TASK PROMPT: Each line in the records below, from the one that contains "trees grown together" to the one that contains "pub fn voyages(rows: usize, seed: u64, target: ReeferTarget)", should be reproduced exactly, the first and last included.

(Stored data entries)

//! [`PostgresStore`], the [`Storage`] backend on a PostgreSQL database that several pollard
//! processes (replicas) may share. The tables are in `migrations/` ([`migrate`]); each
//! `record` column holds the bytes of [`records`], the one encoding both backends share.
//!
//! Consistency: every change is one transaction (READ COMMITTED) that first locks the rows
//! it changes (`SELECT … FOR UPDATE`): a run's row serialises every change of that run
//! (units, events, ends), a schedule's row every fire of that schedule; datasets are locked
//! `FOR SHARE` by a run's creation and `FOR UPDATE` by their deletion, so a run is never
//! created for a dataset being deleted. Uploads to one name (and of one id) take an advisory
//! lock, so versions under a name are given once. The queue is claimed with
//! `FOR UPDATE SKIP LOCKED`: two replicas never claim one run, nor wait for each other. A
//! transaction that loses a race (a unique key taken meanwhile, a serialisation failure, a
//! deadlock) is rolled back and run again from the start, as the sled backend starts over
//! when what it scanned went stale. Committed means durable (the server's own settings
//! decide how: `synchronous_commit`).
//!
//! Bridge: [`Storage`] is synchronous and is called from tokio tasks and rayon threads
//! alike. The store owns a small tokio runtime that drives the connections (deadpool keeps
//! them; each one's I/O task runs there); a call enters that runtime's context and waits on
//! its transaction with `futures_executor::block_on`, which parks the calling thread and
//! never starts a runtime of its own (a tokio `block_on` would panic inside the server's
//! runtime). A caller thus blocks for its round trips, as it blocks for sled's disk writes.
//! Calls fail with [`StoreError::Unavailable`] within [`CONNECT_TIMEOUT`] +
//! [`POOL_WAIT`] while the database cannot be reached, rather than hang.
//!
//! Dataset bytes are stored in 1 MiB chunks in the same transaction as the dataset's
//! record; a reader gets them copied into an unlinked temporary file (read in one snapshot),
//! so a delete after it was handed out does not cut the reading short.

pub mod migrate;
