pub fn run_json(r: &pb::RunInfo) -> Value {
    json!({
        "id": r.id, "state": state_name(r.state), "dataset_id": r.dataset_id, "dataset_name": r.dataset_name,
        "dataset_version": r.dataset_version, "labels": r.labels, "created_at": r.created_at,
        "started_at": r.started_at, "finished_at": r.finished_at, "reason": r.reason, "metric": r.metric,
        "settings": r.settings, "units_done": r.units_done, "units_total": r.units_total,
        "picked": r.picked, "best": r.best, "pareto_front": r.pareto_front, "schedule_id": r.schedule_id, "owner": r.owner,
        "scores": r.scores.iter().map(score_json).collect::<Vec<_>>(),
        "model": r.model.as_ref().map(|m| json!({"nodes": m.nodes, "leaves": m.leaves, "depth": m.depth, "classes": m.classes, "decision": m.decision.as_ref().map(|d| decision_json(d.threshold, d.costs.unwrap_or_default()))})),
        "dataset_rows": r.dataset_rows,
        "drift": r.drift.as_ref().map(super::schedules::drift_json),
        "nested": r.nested.as_ref().map(nested_json),
        "importances": r.importances.iter().map(importance_json).collect::<Vec<_>>(),
        "permutation_repeats": r.permutation_repeats,
        "monotone": monotone_of(r).into_iter().collect::<serde_json::Map<_, _>>(),
    })
}

/// The run's monotone limits as (feature, direction word) pairs, in the order given.
fn monotone_of(r: &pb::RunInfo) -> Vec<(String, Value)> {
    let word = |d: i32| match pb::MonotoneDirection::try_from(d) {
        Ok(pb::MonotoneDirection::Increasing) => "increasing",
        Ok(pb::MonotoneDirection::Decreasing) => "decreasing",
        _ => "free",
    };
    r.spec.iter().flat_map(|s| &s.monotone).map(|m| (m.feature.clone(), Value::from(word(m.direction)))).collect()
}

/// The run's monotone limits in words, `None` when it has none:
/// `monotone limits: age increasing, debt decreasing`.
pub fn monotone_line(r: &pb::RunInfo) -> Option<String> {
    let limits = monotone_of(r);
    (!limits.is_empty()).then(|| {
        let parts: Vec<String> = limits.iter().map(|(f, d)| format!("{f} {}", d.as_str().unwrap_or(""))).collect();
        wrap("monotone limits: ", &parts, 120).trim_end().to_string()
    })
}

pub fn dataset_json(d: &pb::DatasetInfo) -> Value {
    json!({
        "id": d.id, "name": d.name, "version": d.version, "rows": d.rows, "target": d.target, "task": d.task,
        "created_at": d.created_at, "bytes": d.bytes, "sha256": d.sha256, "unchanged": d.unchanged,
        "columns": d.columns.iter().map(|c| json!({"name": c.name, "kind": if c.kind == pb::ColumnKind::Categorical as i32 { "categorical" } else { "numeric" }, "missing": c.missing, "levels": c.levels})).collect::<Vec<_>>(),
    })
}
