/// The split a node will take if it is expanded.
#[derive(Clone)]
struct Pending {
    split: Split,
    gain: f64,
    n_left: u32,
    left: NodeStats,
    right: NodeStats,
    /// The children's value bounds under monotone limits (see [`Arena::bounds`]).
    left_bounds: Bounds,
    right_bounds: Bounds,
}

/// The range `[lower, upper]` a node's value must lie in under monotone limits: the
/// reference library's bounds, in the value `sums[0] / w` (mean, or class 0's share).
type Bounds = (f64, f64);

/// The bounds of a node with no limit above it.
const UNBOUNDED: Bounds = (f64::NEG_INFINITY, f64::INFINITY);

/// The nodes of one tree in creation order, each with its statistics and the logical start of
/// its rows in the sorted columns.
#[derive(Default)]
struct Arena {
    nodes: Vec<Node>,
    stats: Vec<NodeStats>,
    starts: Vec<u32>,
    /// Per node, the bounds its value is clipped to and its splits' children must keep.
    bounds: Vec<Bounds>,
}

impl Arena {
    fn push(&mut self, depth: u32, start: u32, s: NodeStats, bounds: Bounds) -> u32 {
        let id = self.nodes.len() as u32;
        self.nodes.push(Node {
            depth,
            rows: s.totals.n,
            weighted_rows: s.totals.w,
            impurity: s.impurity,
            gain: 0.0,
            split: None,
            left: NO_NODE,
            right: NO_NODE,
            rank: NO_NODE,
        });
        self.stats.push(s);
        self.starts.push(start);
        self.bounds.push(bounds);
        id
    }

    /// Splits node `id` by `p`: its left child starts where it does, its right child after
    /// the left child's rows.
    fn attach(&mut self, id: u32, p: Pending) -> (u32, u32) {
        let depth = self.nodes[id as usize].depth + 1;
        let start = self.starts[id as usize];
        let l = self.push(depth, start, p.left, p.left_bounds);
        let r = self.push(depth, start + p.n_left, p.right, p.right_bounds);
        let node = &mut self.nodes[id as usize];
        node.split = Some(p.split);
        node.gain = p.gain;
        node.left = l;
        node.right = r;
        (l, r)
    }
}

struct Grower<'p> {
    prep: &'p Prepared<'p>,
    criterion: Criterion,
    limits: super::Limits,
    options: super::FitOptions,
    /// The monotone limit per feature; empty when none is set.
    monotone: std::sync::Arc<[Monotone]>,
    parallel: bool,
    sorted: Vec<Vec<Entry>>,
    /// Per feature, the bin edges of the binned splitter (empty: every cut allowed).
    edges: Vec<Vec<f32>>,
    go_left: Vec<bool>,
    scratch: Vec<Entry>,
    search_scratch: Scratch,
    left_buf: Vec<u32>,
    right_buf: Vec<u32>,
    total_weight: f64,
    width: usize,
    levels: Vec<usize>,
    /// Logical position of `sorted`'s first entry: 0, except while trees grown together
    /// work on their own copy of one node's rows.
    offset: u32,
    /// See [`Sharing`].
    sharing: Sharing,
    arena: Arena,
}
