/// SYNTHETIC reefer-container voyages as CSV text with a header row, `rows` data rows and the
/// chosen target as the last column. The same `(rows, seed)` gives the same features for both
/// targets, and the same text on every call. Missing readings are empty cells. The data is
/// invented (see the module documentation); save it under a name that says so, such as
/// [`FILE_NAME`].
pub fn voyages_csv(rows: usize, seed: u64, target: ReeferTarget) -> String {
    let mut d = Draw(SplitMix64::new(seed ^ 0x7265_6566_6572_0001));
    let mut out = String::with_capacity(64 * (rows + 1));
    out.push_str("route,unit_model,voyage_hours,ambient_mean_c,set_point_c,door_openings,compressor_age_years,shore_power_gaps,");
    out.push_str(target.column());
    out.push('\n');
    for _ in 0..rows {
        let v = voyage(&mut d);
        let _ = write!(out, "{},{},{:.1},", ROUTES[v.route], UNIT_MODELS[v.model], v.hours);
        if v.ambient_seen {
            let _ = write!(out, "{:.1}", v.ambient);
        }
        let _ = write!(out, ",{},{},", v.set_point, v.doors);
        if v.age_seen {
            let _ = write!(out, "{:.1}", v.age);
        }
        let _ = write!(out, ",{},", v.gaps);
        match target {
            ReeferTarget::Excursion => out.push_str(if v.excursion { "yes" } else { "no" }),
            ReeferTarget::Energy => {
                let _ = write!(out, "{:.1}", v.energy);
            }
        }
        out.push('\n');
    }
    out
}

/// SYNTHETIC reefer-container voyages as a [`Dataset`], read from [`voyages_csv`] by the same
/// CSV reader an upload goes through, so it is exactly what a client uploading that text gets.
pub fn voyages(rows: usize, seed: u64, target: ReeferTarget) -> Dataset {
    let text = voyages_csv(rows, seed, target);
    read_dataset(text.as_bytes(), &CsvOptions::new(target.column())).expect("the generated table is valid CSV")
}

#[cfg(test)]
mod tests {
    use std::sync::atomic::AtomicBool;

    use super::*;
    use crate::data::{Column, ColumnKind, Target, Task};
    use crate::sweep::{sweep, Flow, Metric, Range, SettingScore, SweepSpec};

    #[test]
    fn same_seed_same_table_and_features_shared_by_both_targets() {
        let a = voyages_csv(800, 11, ReeferTarget::Excursion);
        assert_eq!(a, voyages_csv(800, 11, ReeferTarget::Excursion));
        assert_ne!(a, voyages_csv(800, 12, ReeferTarget::Excursion));
        let b = voyages_csv(800, 11, ReeferTarget::Energy);
        let strip = |t: &str| t.lines().skip(1).map(|l| l.rsplit_once(',').unwrap().0.to_string()).collect::<Vec<_>>();
        assert_eq!(strip(&a), strip(&b));
        // A shorter table is a prefix of a longer one with the same seed.
        assert!(a.starts_with(&voyages_csv(300, 11, ReeferTarget::Excursion)));
    }

    #[test]
    fn shape_missing_cells_and_class_balance() {
        let n = 5000;
        let data = voyages(n, 3, ReeferTarget::Excursion);
        assert_eq!(data.rows(), n);
        assert_eq!(data.task(), Task::Classify);
        let names: Vec<&str> = data.frame.features.iter().map(|f| f.name.as_str()).collect();
        assert_eq!(names, ["route", "unit_model", "voyage_hours", "ambient_mean_c", "set_point_c", "door_openings", "compressor_age_years", "shore_power_gaps"]);
        let kinds: Vec<ColumnKind> = data.frame.features.iter().map(|f| f.column.kind()).collect();
        assert_eq!(&kinds[..2], [ColumnKind::Categorical, ColumnKind::Categorical]);
        assert!(kinds[2..].iter().all(|k| *k == ColumnKind::Numeric));
        let Column::Categorical { levels, .. } = &data.frame.features[0].column else { panic!("route is categorical") };
        assert_eq!(levels.len(), 6);
        let missing = |i: usize| (0..n).filter(|&r| data.frame.features[i].column.is_missing(r)).count() as f64 / n as f64;
        let (amb, age) = (missing(3), missing(6));
        assert!((0.04..0.06).contains(&amb), "ambient missing share {amb}");
        assert!((0.02..0.04).contains(&age), "age missing share {age}");
        for i in [0, 1, 2, 4, 5, 7] {
            assert_eq!(missing(i), 0.0, "column {i}");
        }
        let Target::Classes { codes, labels } = &data.target else { panic!("classes") };
        assert_eq!(labels, &["no", "yes"]);
        let yes = codes.iter().filter(|&&c| c == 1).count() as f64 / n as f64;
        assert!((0.2..0.5).contains(&yes), "excursion share {yes}");
        let energy = voyages(n, 3, ReeferTarget::Energy);
        assert_eq!(energy.task(), Task::Regress);
        let Target::Values(v) = &energy.target else { panic!("values") };
        assert!(v.iter().all(|&x| x > 0.0));
    }

    /// Size, not speed (speed belongs in benches/): 5000 rows come back whole, and the text
    /// fits the space `voyages_csv` reserves up front (64 bytes a row), so its buffer never
    /// grows while it is written.
    #[test]
    fn five_thousand_rows_read_back_whole_within_the_reserved_space() {
        let rows = 5000;
        let text = voyages_csv(rows, 1, ReeferTarget::Excursion);
        assert!(text.len() <= 64 * (rows + 1), "{} bytes for {rows} rows", text.len());
        assert_eq!(text.lines().count(), rows + 1);
        assert!(text.lines().all(|l| l.split(',').count() == 9), "every line has 9 cells");
        let data = voyages(rows, 1, ReeferTarget::Excursion);
        assert_eq!((data.rows(), data.frame.features.len()), (rows, 8));
    }

    fn one_limit_sweep(data: &Dataset, set: impl FnOnce(&mut SweepSpec)) -> Vec<SettingScore> {
        let mut spec = SweepSpec { seed: 5, fit_final: false, ..SweepSpec::default() };
        set(&mut spec);
        let (_, result) = sweep(data, &spec, &|_, _| Flow::Continue, &AtomicBool::new(false)).unwrap();
        result.scores
    }

    fn table(label: &str, values: &[String], s: &[SettingScore]) -> String {
        let mut t = format!("{label:>14} {:>8} {:>8} {:>8} {:>8} {:>8}\n", "train", "valid", "sd", "gap", "leaves");
        for (v, s) in values.iter().zip(s) {
            t += &format!("{v:>14} {:>8.4} {:>8.4} {:>8.4} {:>8.4} {:>8.1}\n", s.train_mean, s.valid_mean, s.valid_sd, s.gap, s.mean_leaves);
        }
        t
    }

    fn argmax(s: &[SettingScore]) -> usize {
        (0..s.len()).max_by(|&a, &b| s[a].valid_mean.total_cmp(&s[b].valid_mean).then(b.cmp(&a))).unwrap()
    }

    /// The scenario does what the demo needs: stumps underfit, deep trees overfit.
    #[test]
    fn depth_sweep_peaks_in_the_middle_and_the_gap_grows() {
        let data = voyages(3000, 2024, ReeferTarget::Excursion);
        let depths: Vec<u32> = (1..=12).collect();
        let t = std::time::Instant::now();
        let s = one_limit_sweep(&data, |spec| spec.max_depth = Some(Range::Values(depths.iter().map(|&d| Some(d as f64)).collect())));
        eprintln!("reefer: 5-fold accuracy by max_depth, 3000 rows (sweep took {:?})\n{}", t.elapsed(), table("max_depth", &depths.iter().map(|d| d.to_string()).collect::<Vec<_>>(), &s));
        assert_eq!(s.len(), 12);
        let best = argmax(&s);
        assert!((3..=8).contains(&depths[best]), "validation peaks at depth {}", depths[best]);
        // Underfit at the stump, overfit at the deep end, both clearly.
        assert!(s[best].valid_mean - s[0].valid_mean > 0.03, "stump {} vs best {}", s[0].valid_mean, s[best].valid_mean);
        assert!(s[best].valid_mean - s[11].valid_mean > 0.02, "depth 12 {} vs best {}", s[11].valid_mean, s[best].valid_mean);
        // Training accuracy keeps rising past the peak.
        for d in best..11 {
            assert!(s[d + 1].train_mean >= s[d].train_mean, "train falls from depth {} to {}", depths[d], depths[d + 1]);
        }
        assert!(s[11].train_mean - s[best].train_mean > 0.05);
        // The gap grows with depth (allowing fold noise of half a point between neighbours
        // below the peak) and is large at the deep end.
        for d in 0..11 {
            assert!(s[d + 1].gap >= s[d].gap - 0.005, "gap falls from depth {} to {}", depths[d], depths[d + 1]);
        }
        assert!(s[11].gap > s[best].gap + 0.05 && s[best].gap < 0.05, "gaps {} at best, {} at 12", s[best].gap, s[11].gap);
        // The ceiling set by the 12% flipped labels is not beaten.
        assert!(s[best].valid_mean < 0.9);
    }

    #[test]
    fn one_row_leaves_overfit() {
        let data = voyages(3000, 2024, ReeferTarget::Excursion);
        let leaf: Vec<u32> = vec![1, 2, 5, 10, 20, 40, 80, 160, 320];
        let s = one_limit_sweep(&data, |spec| spec.min_leaf_rows = Some(Range::Values(leaf.iter().map(|&d| Some(d as f64)).collect())));
        eprintln!("reefer: 5-fold accuracy by min_leaf_rows, no depth limit, 3000 rows\n{}", table("min_leaf_rows", &leaf.iter().map(|d| d.to_string()).collect::<Vec<_>>(), &s));
        let best = argmax(&s);
        assert!(leaf[best] >= 10 && leaf[best] <= 160, "validation peaks at min_leaf_rows {}", leaf[best]);
        assert!(s[best].valid_mean - s[0].valid_mean > 0.04);
        assert!(s[0].train_mean > 0.99, "one-row leaves fit the training rows: {}", s[0].train_mean);
        // The gap shrinks as leaves grow, up to the peak; past it the gap is fold noise.
        for i in 0..best {
            assert!(s[i].gap > s[i + 1].gap, "gap does not shrink from {} to {}", leaf[i], leaf[i + 1]);
        }
        assert!(s[0].gap > 0.2 && s[best].gap < 0.05, "gaps {} at 1, {} at best", s[0].gap, s[best].gap);
        // Leaves too large underfit again.
        assert!(s[best].valid_mean - s[leaf.len() - 1].valid_mean > 0.01);
    }

    #[test]
    fn energy_deep_trees_overfit_too() {
        let data = voyages(3000, 2024, ReeferTarget::Energy);
        let depths: Vec<u32> = (1..=14).collect();
        let s = one_limit_sweep(&data, |spec| {
            spec.max_depth = Some(Range::Values(depths.iter().map(|&d| Some(d as f64)).collect()));
            spec.metric = Some(Metric::R2);
        });
        eprintln!("reefer: 5-fold R² of energy_kwh by max_depth, 3000 rows\n{}", table("max_depth", &depths.iter().map(|d| d.to_string()).collect::<Vec<_>>(), &s));
        let best = argmax(&s);
        assert!((4..=12).contains(&depths[best]), "validation peaks at depth {}", depths[best]);
        assert!(s[best].valid_mean > 0.8 && s[best].valid_mean - s[0].valid_mean > 0.2);
        assert!(s[13].gap > s[best].gap && s[13].train_mean > 0.99);
    }
}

EXERCISE OUTPUT:
    /// Logical position of `sorted`'s first entry: 0, except while trees grown together
    /// work on their own copy of one node's rows.
    offset: u32,
    /// See [`Sharing`].
    sharing: Sharing,
    arena: Arena,
}
/// SYNTHETIC reefer-container voyages as CSV text with a header row, `rows` data rows and the
/// chosen target as the last column. The same `(rows, seed)` gives the same features for both
/// targets, and the same text on every call. Missing readings are empty cells. The data is
/// invented (see the module documentation); save it under a name that says so, such as
/// [`FILE_NAME`].
pub fn voyages_csv(rows: usize, seed: u64, target: ReeferTarget) -> String {
    let mut d = Draw(SplitMix64::new(seed ^ 0x7265_6566_6572_0001));
    let mut out = String::with_capacity(64 * (rows + 1));
    out.push_str("route,unit_model,voyage_hours,ambient_mean_c,set_point_c,door_openings,compressor_age_years,shore_power_gaps,");
    out.push_str(target.column());
    out.push('\n');
    for _ in 0..rows {
        let v = voyage(&mut d);
        let _ = write!(out, "{},{},{:.1},", ROUTES[v.route], UNIT_MODELS[v.model], v.hours);
        if v.ambient_seen {
            let _ = write!(out, "{:.1}", v.ambient);
        }
        let _ = write!(out, ",{},{},", v.set_point, v.doors);
        if v.age_seen {
            let _ = write!(out, "{:.1}", v.age);
        }
        let _ = write!(out, ",{},", v.gaps);
        match target {
            ReeferTarget::Excursion => out.push_str(if v.excursion { "yes" } else { "no" }),
            ReeferTarget::Energy => {
                let _ = write!(out, "{:.1}", v.energy);
            }
        }
        out.push('\n');
    }
    out
}

/// SYNTHETIC reefer-container voyages as a [`Dataset`], read from [`voyages_csv`] by the same
/// CSV reader an upload goes through, so it is exactly what a client uploading that text gets.
pub fn voyages(rows: usize, seed: u64, target: ReeferTarget) -> Dataset {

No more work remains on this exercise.